Well, no. It wouldn't have our school logo on the back


----------



## Dirty Dog (Dec 8, 2012)

Matt.A said:


> Well, no. It wouldn't have our school logo on the back



Well,yes. As mentioned, Moosoolsa does custom work.

But if you can't do it that way, just tell the person you hire where you want the trim added and how wide you want it to be. If that's not enough, show them a picture of an ITF dobak (or similar). Seems simple enough.


----------



## Matt.A (Dec 8, 2012)

is it that simple?   Cause our uniforms have alot more trim then just the lapel.  That what all the "kits" for sale on the internet say they cover.


----------



## Dirty Dog (Dec 8, 2012)

I don't know anything about kits. Black trim dobaks can be hand with trim around the lapel, down the arms, down the legs, around the cuffs... How much do you want trimmed? Since you're hiring someone, just point and say "put black there".


----------



## Matt.A (Dec 9, 2012)

Well I was guessing that there are certain withs for different DAN ranks.  Maybe not.  Ok. I'll try that.


----------



## Matt.A (Dec 9, 2012)

Thank you


----------



## rlobrecht (Dec 9, 2012)

Have others in your school done this?  What did they do?


----------



## Dirty Dog (Dec 9, 2012)

Matt.A said:


> Well I was guessing that there are certain withs for different DAN ranks.  Maybe not.  Ok. I'll try that.



There are, or used to be, by ITF standards. But that really wouldn't have anything to do with what you're doing.


----------



## Matt.A (Dec 9, 2012)

I guess the people who did the alterations in the past, have moved away.   You would think it would be easy to find someone who can sew, but they are few and far between theses days.


----------



## WaterGal (Dec 10, 2012)

rlobrecht said:


> Have others in your school done this?  What did they do?



Yeah, really, wondering about this.  Why would the school make people get trim sewed onto the uniform instead of just buying some uniforms that come with the trim and getting them screen printed?  Suppliers give huge discounts to schools for uniforms, so it's really not that expensive.


----------



## Matt.A (Dec 10, 2012)

I would not buy a uniform that was already trimmed out.  What if it had to be tailored?  Our school buys light weight uniforms with the screen on the back or all students.  Once you are a first DAN, it is the persons responsibility to get a mid weight or heavy weight uniform and have it tailored and trimmed.  We order our uniforms from St. Louis MO.


----------



## WaterGal (Dec 11, 2012)

Matt.A said:


> I would not buy a uniform that was already trimmed out.  What if it had to be tailored?  Our school buys light weight uniforms with the screen on the back or all students.  Once you are a first DAN, it is the persons responsibility to get a mid weight or heavy weight uniform and have it tailored and trimmed.  We order our uniforms from St. Louis MO.

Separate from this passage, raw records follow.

class LagGridPass(FeaturePass):
    """Diagonal lagged moments per run (segment, state) at every lag of a grid, in one pass.

    The result equals, byte for byte, one diagonal :class:`LaggedPass` per lag
    (no folds), but a leaf's features are shifted once for all the lags, and
    each lag's pairs are views of them. In a biased run the lags stay in frames
    (``rescaled_time = False``: the grid measures how correlated the saved
    frames are, for integrated times and bootstrap blocks), the pairs weighted.

    Parameters
    ----------
    featurizer : Featurizer
    lags : sequence of int
        Lags in frames (the same for every segment), e.g. the grid of
        :func:`cvdesign.pipeline.timing.iat_lags`.
    shift : array-like of shape (n_features,), default=None
        Fixed shift of the sums; zeros when None.
    columns, center, scale : optional

    Returns a list of :class:`LaggedResult` (one per lag, ``diagonal`` true) from
    :func:`~cvdesign.passes.run_pass`.
    """

    def __init__(self, featurizer, lags, *, shift=None, columns=None, center=None, scale=None):
        super().__init__(featurizer, columns=columns, center=center, scale=scale)
        self.lags = [int(v) for v in lags]
        if not self.lags or min(self.lags) < 1:
            raise ValueError(f"lags={lags!r} must be lags of at least one frame")
        self.shift = np.zeros(self.n_features) if shift is None else \
            np.asarray(shift, dtype=np.float64)

    rescaled_time = False

    def halo(self, segment_index):
        return max(self.lags)

    def map(self, leaf):
        d = self.shifted(leaf.window_x, self.shift)
        w = leaf.weights
        out = {}
        firsts = {}  # sums over the first frames, shared by the lags with the same ones
        for g, lag in enumerate(self.lags):
            i, j = leaf.pairs(lag, rescaled=False)
            if i.size == 0:
                continue
            first = frame_keys(leaf.layout, leaf.frames[i])
            d0, dt = d[_slice(i)], d[_slice(j)]
            for (s,), rows in group_rows(first.states):
                x0, xt = _take(d0, rows), _take(dt, rows)
                if w is not None:  # weighted pairs: no shared sums
                    m = DiagonalLaggedMoments(self.n_features, shift=self.shift, lag=lag)
                    out[(g, leaf.segment, s, 0)] = m.add_shifted(x0, xt, w[i[rows]])
                    continue
                key = (s, i[rows[0]], i[rows[-1]], rows.size)
                if key not in firsts:  # (rows increasing: first, last and count fix them)
                    firsts[key] = (x0.sum(axis=0), _dot(x0, x0))
                sum_x, sum_xx = firsts[key]
                m = DiagonalLaggedMoments(self.n_features, shift=self.shift, lag=lag)
                run = _run_of(i[rows], j[rows])
                if run is not None:  # as LaggedPass: the second frames' sums from edges
                    out[(g, leaf.segment, s, 0)] = m.add_window(d, *run, sum_x=sum_x,
                                                                sum_xx=sum_xx)
                    continue
                # what add_shifted(x0, xt) does, with the first frames' sums shared
                m.count += float(rows.size)
                m.n_pairs += int(rows.size)
                m.sum_x += sum_x
                m.sum_y += xt.sum(axis=0)
                m.sum_xx += sum_xx
                m.sum_xy += _dot(x0, xt)
                m.sum_yy += _dot(xt, xt)
                out[(g, leaf.segment, s, 0)] = m
        return out or None

    def merge(self, a, b):
        return merge_keyed(a, b)

    def finish(self, partial, plan):
        runs = [{} for _ in self.lags]
        for (g, si, s, k), m in sorted((partial or {}).items()):
            runs[g][(si, s, k)] = m
        return [LaggedResult(r, plan.n_states, 1, self.n_features, self.shift, True)
                for r in runs]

Well, I can't say as I've ever heard of anybody getting their uniform tailored, beyond getting the pants hemmed a little.  Do you guys put trim on the bottom of the pants? I imagine the dry cleaners could just take the trim off and move it up the pants when they do the hem.


----------



## Matt.A (Dec 11, 2012)

WaterGal said:


> Well, I can't say as I've ever heard of anybody getting their uniform tailored, beyond getting the pants hemmed a little.  Do you guys put trim on the bottom of the pants? I imagine the dry cleaners could just take the trim off and move it up the pants when they do the hem.



Yes the bottom of the pants and the sleeve cuffs.  Plus higher DANs have a black stripe down the leg.  Here is an example


----------



## Matt.A (Dec 11, 2012)

Here is another example


----------



## WaterGal (Dec 11, 2012)

Hmm.  Some quick looking around on Dynamics, Century & Challenger and none of them even had pants like that that I saw!  Dynamics & Challenger had the top, but it came with plain pants.  So I guess you'd still have to add some trim even if you bought the trimmed uniform. Oh well.


----------



## Dirty Dog (Dec 11, 2012)

As I mentioned, MooSoolSa does custom work and will put whatever trim anywhere you want. Send them a scan of your logo. Or ask your instructor for a patch.
I really don't think this would be difficult.


----------



## lklawson (Dec 11, 2012)

Step One:
By dobok with trim already in place.

Step Two:
Go to local community college Art Department.  Pay local Starving Art Student $25 to custom paint school logo on back using fabric paint.

Result:
Way cool custom dobok that everyone else will drool over, a struggling artist makes a few bucks (and maybe a few more from dojang-mates), and your money stays local instead of going to China.  

Peace favor your sword,
Kirk


----------



## WaterGal (Dec 11, 2012)

lklawson said:


> Step One:
> By dobok with trim already in place.
> 
> Step Two:
> ...



I'm pretty sure that the suppliers (or at least Dynamics, who we use) import the plain uniforms from China and do the screen printing locally.


----------



## lklawson (Dec 12, 2012)

WaterGal said:


> I'm pretty sure that the suppliers (or at least Dynamics, who we use) import the plain uniforms from China and do the screen printing locally.


OK.  Custom artwork is still cooler.  Ask me how I know.  

Peace favor your sword,
Kirk


----------



## lklawson (Dec 12, 2012)

Another option is to take the blank dobok to a custom embroiderer.  Also way cool looking.

Peace favor your sword,
Kirk


----------



## chinto (Dec 13, 2012)

get wide black bias tape, and pin it as trim and then sew it down.. any competent Taylor or seamstress will be able to do what you want with ease!

\

\\


----------